A nominator this year had a very interesting idea of peace, and so they sent in the name of presidential candidate Donald Trump. Neither Gandhi nor Pope Francis received this award, to put things into perspective.
The name of the person who nominated him hasn’t been released, but their reason for submitting the nomination echoes the many Trump supporters around the nation. They believe that Mr. Trump deserves to win the Nobel Peace Prize due to his "vigorous peace through strength ideology, used as a threat weapon of deterrence against radical Islam, ISIS, nuclear Iran and Communist China.”
Peace through “threat weapons of deterrence” is, arguably, not real peace. Assertiveness might have been a better way to put it, but that’s a questionable criterion for judging someone’s peacemaking qualities. Not only that, but there’s a considerable amount of difference between the vigorous efforts of Malala Yousafzai to obtain human rights for girls — despite getting critically injured by the Taliban — and Donald Trump’s multiple statements that he is going to “bomb the hell out of ISIS.”
Trump’s foreign policy plans, while direct, do not seem to prioritize peaceful relations with other nations. Rather, he hopes to “build a wall” to keep out undocumented immigrants from Mexico, and proceed to make Mexico pay for it. He accuses Mexico of using illegal immigration to export their own criminals. He also calls Syrian refugees a “Trojan Horse” of potential threats, saying that the refugees could create “another problem” in America.

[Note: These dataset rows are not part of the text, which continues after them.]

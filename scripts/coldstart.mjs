// Cold start offline with 4× CPU throttling: Bankside against a bare Preact page, both built and
// served with a precaching service worker. Measures first contentful paint and the time until the
// new-sample form accepts input. Used by bench.mjs.
import { build, preview } from 'vite';
import preact from '@preact/preset-vite';
import { VitePWA } from 'vite-plugin-pwa';

async function serve(outDir) {
  const server = await preview({ configFile: false, root: process.cwd(), build: { outDir }, preview: { port: 0, host: '127.0.0.1' }, logLevel: 'silent' });
  return { url: server.resolvedUrls.local[0], close: () => server.close() };
}

export async function buildBare() {
  await build({
    configFile: false,
    root: 'test/bench/bare',
    logLevel: 'silent',
    build: { outDir: '../../../dist-bare', emptyOutDir: true },
    plugins: [preact(), VitePWA({ registerType: 'autoUpdate', injectRegister: 'inline', manifest: false })],
  });
}

async function measure(browser, url, hash, inputSelector) {
  const context = await browser.newContext({ viewport: { width: 390, height: 844 } });
  const warm = await context.newPage();
  await warm.goto(url);
  await warm.evaluate(async () => { await navigator.serviceWorker.ready; });
  await warm.reload();
  await warm.waitForFunction(() => navigator.serviceWorker.controller !== null, null, { timeout: 20_000 });
  await warm.close();
  await context.setOffline(true);
  const runs = [];
  for (let i = 0; i < 5; i++) {
    const page = await context.newPage();
    const cdp = await context.newCDPSession(page);
    await cdp.send('Emulation.setCPUThrottlingRate', { rate: 4 });
    const t0 = Date.now();
    await page.goto(url + hash, { waitUntil: 'commit' });
    await page.waitForSelector(inputSelector, { state: 'visible', timeout: 30_000 });
    await page.locator(inputSelector).focus();
    const ready = Date.now() - t0;
    const fcp = await page.evaluate(() => performance.getEntriesByName('first-contentful-paint')[0]?.startTime ?? NaN);
    runs.push({ ready, fcp });
    await page.close();
  }
  await context.close();
  const med = (xs) => [...xs].sort((a, b) => a - b)[Math.floor(xs.length / 2)];
  return { fcp: med(runs.map((r) => r.fcp)), ready: med(runs.map((r) => r.ready)) };
}

export async function coldStart(browser) {
  await build({ logLevel: 'silent' });
  await buildBare();
  const app = await serve('dist');
  const bare = await serve('dist-bare');
  try {
    const a = await measure(browser, app.url, '#/new', '#temp-0');
    const b = await measure(browser, bare.url, '', '#temp-0');
    return { app: a, bare: b };
  } finally {
    await app.close();
    await bare.close();
  }
}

I don't know about you, but to me, this doesn’t make Mr. Trump seem like someone particularly peace-loving. It certainly doesn't seem like he's reducing standing armies, as Alfred Nobel wished — Trump plans to put troops on the ground to fight Islamic State militants. Trump may hold some foreign policy views that his supporters believe will solve international problems, but it remains that these proposed solutions aren’t what I would call peaceful. It seems that the Nobel Peace Prize team agrees.

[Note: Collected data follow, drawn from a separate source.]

import { InputError, present, requireRange } from './errors';
import { kelvin } from './water';

/**
 * Equilibrium constants, written in the dissociation / dissolution direction for the
 * reactions the contract names, and in the formation direction for ion pairs.
 *
 * Two published forms:
 * - analytical (Plummer & Busenberg 1982, GCA 46:1011, read):
 *     log K = a + b·T + c/T + d·log10 T + e/T², T in K, valid 0–90 °C.
 * - van 't Hoff from log K at 25 °C and ΔH°r (kcal/mol), Nordstrom et al. (1990) ACS Symp.
 *   Ser. 416:398 (values from memory):
 *     log K(T) = log K₂₉₈ − ΔH°/(R ln 10) · (1/T − 1/298.15), R = 1.98720×10⁻³ kcal/(mol·K);
 *   held valid 0–50 °C (common practice for a constant-enthalpy extrapolation).
 * - water: Standard Methods 2330 fit pKw = 4471/T + 0.01706·T − 6.0875 (from memory), 0–100 °C.
 */
type Analytical = { kind: 'analytical'; a: number; b: number; c: number; d: number; e: number };
type VantHoff = { kind: 'vant-hoff'; logK25: number; dHkcal: number };
type Water = { kind: 'water' };

export interface ReactionInfo {
  equation: string;
  form: Analytical | VantHoff | Water;
  source: string;
  /** °C range where the temperature function is published or commonly held valid */
  validC: [number, number];
}

const PB82 = 'Plummer & Busenberg (1982) GCA 46:1011';
const N90 = 'Nordstrom et al. (1990) ACS Symp. Ser. 416:398 (from memory)';

export const REACTIONS = {
  water: { equation: 'H2O = H+ + OH-', form: { kind: 'water' }, source: 'Standard Methods 2330 (fit, from memory)', validC: [0, 100] },
  co2Henry: {
    equation: 'CO2(g) = CO2(aq)',
    form: { kind: 'analytical', a: 108.3865, b: 0.01985076, c: -6919.53, d: -40.45154, e: 669365.0 },
    source: PB82,
    validC: [0, 90],
  },
  carbonic1: {
    equation: 'H2CO3* = H+ + HCO3-',
    form: { kind: 'analytical', a: -356.3094, b: -0.06091964, c: 21834.37, d: 126.8339, e: -1684915 },
    source: PB82,
    validC: [0, 90],
  },
  carbonic2: {
    equation: 'HCO3- = H+ + CO3-2',
    form: { kind: 'analytical', a: -107.8871, b: -0.03252849, c: 5151.79, d: 38.92561, e: -563713.9 },
    source: PB82,
    validC: [0, 90],
  },
  calcite: {
    equation: 'CaCO3(calcite) = Ca+2 + CO3-2',
    form: { kind: 'analytical', a: -171.9065, b: -0.077993, c: 2839.319, d: 71.595, e: 0 },
    source: PB82,
    validC: [0, 90],
  },
  aragonite: {
    equation: 'CaCO3(aragonite) = Ca+2 + CO3-2',
    form: { kind: 'analytical', a: -171.9773, b: -0.077993, c: 2903.293, d: 71.595, e: 0 },
    source: PB82,
    validC: [0, 90],
  },
  CaHCO3: {
    equation: 'Ca+2 + HCO3- = CaHCO3+',
    form: { kind: 'analytical', a: 1209.12, b: 0.31294, c: -34765.05, d: -478.782, e: 0 },
    source: PB82,
    validC: [0, 90],
  },
  CaCO3aq: {
    equation: 'Ca+2 + CO3-2 = CaCO3°',
    form: { kind: 'analytical', a: -1228.732, b: -0.299444, c: 35512.75, d: 485.818, e: 0 },
    source: PB82,
    validC: [0, 90],
  },
  dolomite: { equation: 'CaMg(CO3)2 = Ca+2 + Mg+2 + 2CO3-2', form: { kind: 'vant-hoff', logK25: -17.09, dHkcal: -9.436 }, source: N90, validC: [0, 50] },
  gypsum: { equation: 'CaSO4·2H2O = Ca+2 + SO4-2 + 2H2O', form: { kind: 'vant-hoff', logK25: -4.58, dHkcal: -0.109 }, source: N90, validC: [0, 50] },
  MgHCO3: { equation: 'Mg+2 + HCO3- = MgHCO3+', form: { kind: 'vant-hoff', logK25: 1.07, dHkcal: 0.79 }, source: N90, validC: [0, 50] },
  MgCO3aq: { equation: 'Mg+2 + CO3-2 = MgCO3°', form: { kind: 'vant-hoff', logK25: 2.98, dHkcal: 2.713 }, source: N90, validC: [0, 50] },
  CaSO4aq: { equation: 'Ca+2 + SO4-2 = CaSO4°', form: { kind: 'vant-hoff', logK25: 2.3, dHkcal: 1.65 }, source: N90, validC: [0, 50] },
  MgSO4aq: { equation: 'Mg+2 + SO4-2 = MgSO4°', form: { kind: 'vant-hoff', logK25: 2.37, dHkcal: 4.55 }, source: N90, validC: [0, 50] },
  NaSO4: { equation: 'Na+ + SO4-2 = NaSO4-', form: { kind: 'vant-hoff', logK25: 0.7, dHkcal: 1.12 }, source: N90, validC: [0, 50] },
  KSO4: { equation: 'K+ + SO4-2 = KSO4-', form: { kind: 'vant-hoff', logK25: 0.85, dHkcal: 2.25 }, source: N90, validC: [0, 50] },
  NaCO3: { equation: 'Na+ + CO3-2 = NaCO3-', form: { kind: 'vant-hoff', logK25: 1.27, dHkcal: 8.91 }, source: N90, validC: [0, 50] },
  NaHCO3aq: { equation: 'Na+ + HCO3- = NaHCO3°', form: { kind: 'vant-hoff', logK25: -0.25, dHkcal: 0 }, source: N90 + '; ΔH not given, taken as 0', validC: [0, 50] },
  CaOH: { equation: 'Ca+2 + H2O = CaOH+ + H+', form: { kind: 'vant-hoff', logK25: -12.78, dHkcal: 14.535 }, source: N90, validC: [0, 50] },
  MgOH: { equation: 'Mg+2 + H2O = MgOH+ + H+', form: { kind: 'vant-hoff', logK25: -11.44, dHkcal: 15.952 }, source: N90, validC: [0, 50] },
  HSO4: { equation: 'SO4-2 + H+ = HSO4-', form: { kind: 'vant-hoff', logK25: 1.988, dHkcal: 3.85 }, source: N90, validC: [0, 50] },
  H4SiO4: { equation: 'H4SiO4 = H3SiO4- + H+', form: { kind: 'vant-hoff', logK25: -9.83, dHkcal: 6.12 }, source: N90, validC: [0, 50] },
} as const satisfies Record<string, ReactionInfo>;

export type Reaction = keyof typeof REACTIONS;

const LN10_R = Math.LN10 * 1.9872e-3; // kcal/(mol·K) × ln 10

function evaluate(info: ReactionInfo, T: number): number {
  const f = info.form;
  switch (f.kind) {
    case 'analytical':
      return f.a + f.b * T + f.c / T + f.d * Math.log10(T) + f.e / (T * T);
    case 'vant-hoff':
      return f.logK25 - (f.dHkcal / LN10_R) * (1 / T - 1 / 298.15);
    case 'water':
      return -(4471 / T + 0.01706 * T - 6.0875);
  }
}

/**
 * log10 K of a reaction at tempC (−2 to 100 °C accepted; outside a reaction's `validC` the
 * value is an extrapolation and {@link isExtrapolated} says so).
 * Examples at 25 °C: calcite −8.48, carbonic1 −6.352, carbonic2 −10.329, co2Henry −1.468, water −13.995.
 */
export function logK(reaction: Reaction, tempC: number): number {
  const info: ReactionInfo | undefined = REACTIONS[reaction];
  if (!info) throw new InputError('reaction', `Unknown reaction '${String(reaction)}'. Known: ${Object.keys(REACTIONS).join(', ')}.`);
  if (!present('tempC', tempC)) throw new InputError('tempC', 'tempC is required.');
  requireRange('tempC', tempC, -2, 100, '°C');
  return evaluate(info, kelvin(tempC));
}

export function isExtrapolated(reaction: Reaction, tempC: number): boolean {
  const [lo, hi] = REACTIONS[reaction].validC;
  return tempC < lo || tempC > hi;
}

/** All log K values the speciation needs at one temperature, computed once. */
export type LogKTable = Record<Reaction, number>;

const tableCache = new Map<number, LogKTable>();

/** The table is cached for the last few temperatures used (a day's samples share a handful). */
export function logKTable(tempC: number): LogKTable {
  const hit = tableCache.get(tempC);
  if (hit) return hit;
  const T = kelvin(tempC);
  const out = {} as LogKTable;
  for (const key of Object.keys(REACTIONS) as Reaction[]) out[key] = evaluate(REACTIONS[key], T);
  Object.freeze(out);
  if (tableCache.size >= 64) tableCache.delete(tableCache.keys().next().value as number);
  tableCache.set(tempC, out);
  return out;
}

This isn’t the first time someone largely controversial has been nominated for the Nobel; Vladimir Putin and Adolf Hitler have both been nominated in the past, but evidently never won the Prize. Thankfully, as was the case with Hitler and Putin, the Nobel evaluating team aren’t considering Trump as a front-runner for the Nobel Peace Prize. Instead, among the nominees with the highest chances are Edward Snowden and some nuclear negotiators between the U.S. and Iran. No matter who wins the Prize, though, it looks like they won’t have a strange blond cloud of hair and a penchant for the word China.